# Instructions for the task:
Below are the records; give the number of their lines that contain the word "growth" and nothing more.

# Extracted records:
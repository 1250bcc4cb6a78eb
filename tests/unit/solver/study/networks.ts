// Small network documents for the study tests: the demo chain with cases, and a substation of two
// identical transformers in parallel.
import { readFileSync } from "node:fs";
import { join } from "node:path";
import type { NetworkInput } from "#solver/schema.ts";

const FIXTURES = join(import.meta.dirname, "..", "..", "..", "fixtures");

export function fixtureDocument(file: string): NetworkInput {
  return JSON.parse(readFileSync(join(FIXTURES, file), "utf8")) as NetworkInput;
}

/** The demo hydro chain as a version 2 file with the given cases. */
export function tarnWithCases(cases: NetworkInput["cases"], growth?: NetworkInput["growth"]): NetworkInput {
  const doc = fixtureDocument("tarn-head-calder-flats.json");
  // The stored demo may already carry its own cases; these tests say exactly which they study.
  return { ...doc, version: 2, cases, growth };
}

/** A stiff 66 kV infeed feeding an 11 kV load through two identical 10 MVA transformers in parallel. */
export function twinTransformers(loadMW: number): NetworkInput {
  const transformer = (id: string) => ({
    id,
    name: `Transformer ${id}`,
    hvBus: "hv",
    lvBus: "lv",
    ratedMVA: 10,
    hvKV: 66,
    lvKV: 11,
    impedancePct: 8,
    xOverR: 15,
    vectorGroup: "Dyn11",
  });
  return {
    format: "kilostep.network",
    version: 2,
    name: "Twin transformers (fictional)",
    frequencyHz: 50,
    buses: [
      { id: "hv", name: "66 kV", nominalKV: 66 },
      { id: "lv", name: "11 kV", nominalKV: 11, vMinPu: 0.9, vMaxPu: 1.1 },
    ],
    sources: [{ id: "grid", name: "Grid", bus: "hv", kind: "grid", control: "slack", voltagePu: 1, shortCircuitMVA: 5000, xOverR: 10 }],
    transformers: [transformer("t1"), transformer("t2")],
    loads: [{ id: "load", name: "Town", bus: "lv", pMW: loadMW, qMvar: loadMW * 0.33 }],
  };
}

==

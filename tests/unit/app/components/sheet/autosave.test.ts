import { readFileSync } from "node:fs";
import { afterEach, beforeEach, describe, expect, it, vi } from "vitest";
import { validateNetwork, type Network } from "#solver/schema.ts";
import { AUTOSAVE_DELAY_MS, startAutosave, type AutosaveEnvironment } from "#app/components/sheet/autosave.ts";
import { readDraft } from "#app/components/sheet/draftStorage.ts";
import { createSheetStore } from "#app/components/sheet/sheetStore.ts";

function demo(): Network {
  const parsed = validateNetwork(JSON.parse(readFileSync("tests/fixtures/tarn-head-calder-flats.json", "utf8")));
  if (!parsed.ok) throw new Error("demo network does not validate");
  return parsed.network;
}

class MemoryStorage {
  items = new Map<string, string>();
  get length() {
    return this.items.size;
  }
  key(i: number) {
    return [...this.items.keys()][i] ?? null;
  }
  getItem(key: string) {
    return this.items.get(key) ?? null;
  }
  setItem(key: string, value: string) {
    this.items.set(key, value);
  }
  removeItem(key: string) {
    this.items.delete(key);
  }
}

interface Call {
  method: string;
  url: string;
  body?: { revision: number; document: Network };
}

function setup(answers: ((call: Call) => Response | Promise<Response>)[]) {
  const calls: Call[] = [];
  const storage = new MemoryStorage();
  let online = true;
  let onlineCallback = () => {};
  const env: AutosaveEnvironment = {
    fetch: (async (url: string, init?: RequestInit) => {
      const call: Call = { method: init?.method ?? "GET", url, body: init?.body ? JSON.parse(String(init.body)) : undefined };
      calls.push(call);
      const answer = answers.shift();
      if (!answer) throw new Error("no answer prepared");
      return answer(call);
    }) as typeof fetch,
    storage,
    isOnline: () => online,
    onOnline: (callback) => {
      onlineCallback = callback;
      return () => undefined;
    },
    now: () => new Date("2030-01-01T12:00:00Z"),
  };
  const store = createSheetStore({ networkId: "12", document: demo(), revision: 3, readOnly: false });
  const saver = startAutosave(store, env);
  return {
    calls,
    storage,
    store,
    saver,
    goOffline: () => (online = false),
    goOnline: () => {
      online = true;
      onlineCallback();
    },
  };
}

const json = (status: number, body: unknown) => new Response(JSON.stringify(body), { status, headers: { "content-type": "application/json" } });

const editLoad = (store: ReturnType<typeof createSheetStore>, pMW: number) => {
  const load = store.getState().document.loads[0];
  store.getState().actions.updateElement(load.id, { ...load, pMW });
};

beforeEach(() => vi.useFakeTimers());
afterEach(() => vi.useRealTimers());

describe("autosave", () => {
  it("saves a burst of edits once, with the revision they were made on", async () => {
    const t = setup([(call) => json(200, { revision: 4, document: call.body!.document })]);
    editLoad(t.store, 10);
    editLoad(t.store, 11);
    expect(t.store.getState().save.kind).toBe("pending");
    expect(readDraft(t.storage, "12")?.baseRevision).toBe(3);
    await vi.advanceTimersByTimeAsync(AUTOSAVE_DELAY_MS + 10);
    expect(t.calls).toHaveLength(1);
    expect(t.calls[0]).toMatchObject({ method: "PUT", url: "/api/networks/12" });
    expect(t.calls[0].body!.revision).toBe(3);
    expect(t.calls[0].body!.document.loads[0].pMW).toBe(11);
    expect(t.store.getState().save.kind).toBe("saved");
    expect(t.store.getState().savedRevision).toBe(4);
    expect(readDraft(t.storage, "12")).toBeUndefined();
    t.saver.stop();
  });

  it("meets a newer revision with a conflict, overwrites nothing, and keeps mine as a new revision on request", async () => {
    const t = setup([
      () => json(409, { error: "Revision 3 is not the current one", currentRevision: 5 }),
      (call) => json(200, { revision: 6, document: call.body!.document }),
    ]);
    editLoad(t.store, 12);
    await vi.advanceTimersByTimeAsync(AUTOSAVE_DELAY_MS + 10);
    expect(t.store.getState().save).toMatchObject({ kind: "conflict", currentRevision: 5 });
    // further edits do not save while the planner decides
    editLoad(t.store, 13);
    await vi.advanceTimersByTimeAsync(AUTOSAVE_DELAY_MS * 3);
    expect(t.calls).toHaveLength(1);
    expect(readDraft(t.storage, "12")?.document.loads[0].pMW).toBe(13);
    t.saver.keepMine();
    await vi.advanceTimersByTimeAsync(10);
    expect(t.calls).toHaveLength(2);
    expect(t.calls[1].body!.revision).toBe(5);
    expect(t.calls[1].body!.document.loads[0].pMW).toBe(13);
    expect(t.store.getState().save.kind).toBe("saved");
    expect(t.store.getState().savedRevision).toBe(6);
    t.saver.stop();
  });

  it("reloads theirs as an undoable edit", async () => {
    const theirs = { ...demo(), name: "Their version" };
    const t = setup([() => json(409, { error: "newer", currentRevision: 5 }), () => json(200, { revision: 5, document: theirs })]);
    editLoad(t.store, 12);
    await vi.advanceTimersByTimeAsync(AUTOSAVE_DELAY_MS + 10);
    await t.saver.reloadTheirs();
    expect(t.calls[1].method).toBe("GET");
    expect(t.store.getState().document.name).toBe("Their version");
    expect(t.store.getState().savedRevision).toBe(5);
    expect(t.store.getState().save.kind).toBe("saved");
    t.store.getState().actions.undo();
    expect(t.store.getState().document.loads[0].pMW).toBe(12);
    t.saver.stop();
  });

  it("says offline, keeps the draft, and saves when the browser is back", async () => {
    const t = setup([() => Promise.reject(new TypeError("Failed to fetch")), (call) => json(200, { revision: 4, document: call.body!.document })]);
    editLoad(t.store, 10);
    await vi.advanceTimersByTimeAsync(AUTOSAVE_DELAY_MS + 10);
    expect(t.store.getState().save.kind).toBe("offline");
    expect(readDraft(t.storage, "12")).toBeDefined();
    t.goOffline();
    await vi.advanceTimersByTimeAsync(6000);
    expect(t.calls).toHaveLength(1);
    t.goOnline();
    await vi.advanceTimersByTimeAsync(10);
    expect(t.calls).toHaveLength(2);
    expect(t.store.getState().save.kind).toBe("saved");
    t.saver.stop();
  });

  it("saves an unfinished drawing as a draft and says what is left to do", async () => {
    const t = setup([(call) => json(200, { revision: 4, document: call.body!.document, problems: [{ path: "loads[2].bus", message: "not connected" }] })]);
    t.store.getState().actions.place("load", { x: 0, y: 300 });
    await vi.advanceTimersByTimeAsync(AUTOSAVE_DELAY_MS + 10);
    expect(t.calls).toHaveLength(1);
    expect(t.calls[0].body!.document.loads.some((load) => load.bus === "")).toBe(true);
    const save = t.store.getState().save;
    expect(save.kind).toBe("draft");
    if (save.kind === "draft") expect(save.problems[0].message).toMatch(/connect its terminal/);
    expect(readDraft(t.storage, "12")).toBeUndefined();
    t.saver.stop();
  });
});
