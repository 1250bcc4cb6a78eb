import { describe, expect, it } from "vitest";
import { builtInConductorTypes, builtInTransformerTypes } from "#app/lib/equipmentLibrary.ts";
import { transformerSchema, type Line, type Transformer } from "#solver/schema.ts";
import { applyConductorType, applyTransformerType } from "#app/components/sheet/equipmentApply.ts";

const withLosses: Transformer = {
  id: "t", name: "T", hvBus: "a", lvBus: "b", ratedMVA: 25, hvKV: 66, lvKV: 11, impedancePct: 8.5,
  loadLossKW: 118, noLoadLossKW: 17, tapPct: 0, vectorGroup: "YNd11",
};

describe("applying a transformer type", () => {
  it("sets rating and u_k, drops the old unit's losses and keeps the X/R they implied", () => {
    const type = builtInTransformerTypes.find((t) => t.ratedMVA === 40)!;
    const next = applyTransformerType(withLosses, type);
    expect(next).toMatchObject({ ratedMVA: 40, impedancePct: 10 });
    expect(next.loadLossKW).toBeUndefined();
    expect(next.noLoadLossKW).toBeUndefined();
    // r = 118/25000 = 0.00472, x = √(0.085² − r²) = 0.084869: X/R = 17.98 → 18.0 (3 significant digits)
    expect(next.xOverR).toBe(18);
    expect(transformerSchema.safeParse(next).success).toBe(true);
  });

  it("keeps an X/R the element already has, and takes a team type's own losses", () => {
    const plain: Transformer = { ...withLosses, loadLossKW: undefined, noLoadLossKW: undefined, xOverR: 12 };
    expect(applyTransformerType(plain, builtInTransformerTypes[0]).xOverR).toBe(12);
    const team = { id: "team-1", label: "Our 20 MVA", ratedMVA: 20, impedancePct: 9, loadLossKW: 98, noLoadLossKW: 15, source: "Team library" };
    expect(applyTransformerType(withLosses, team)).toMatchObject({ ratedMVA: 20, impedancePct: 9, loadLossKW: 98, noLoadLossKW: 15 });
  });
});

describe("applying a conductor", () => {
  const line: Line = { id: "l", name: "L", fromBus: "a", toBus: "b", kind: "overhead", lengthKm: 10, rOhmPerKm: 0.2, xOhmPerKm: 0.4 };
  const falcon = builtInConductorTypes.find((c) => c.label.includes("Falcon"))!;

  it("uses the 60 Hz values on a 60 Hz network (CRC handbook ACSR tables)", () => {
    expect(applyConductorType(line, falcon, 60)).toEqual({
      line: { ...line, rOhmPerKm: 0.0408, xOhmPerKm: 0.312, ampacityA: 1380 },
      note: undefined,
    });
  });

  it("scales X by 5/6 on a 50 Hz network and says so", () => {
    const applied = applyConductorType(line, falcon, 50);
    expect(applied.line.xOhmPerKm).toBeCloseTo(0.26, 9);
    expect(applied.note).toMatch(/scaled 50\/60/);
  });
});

# Response area:
2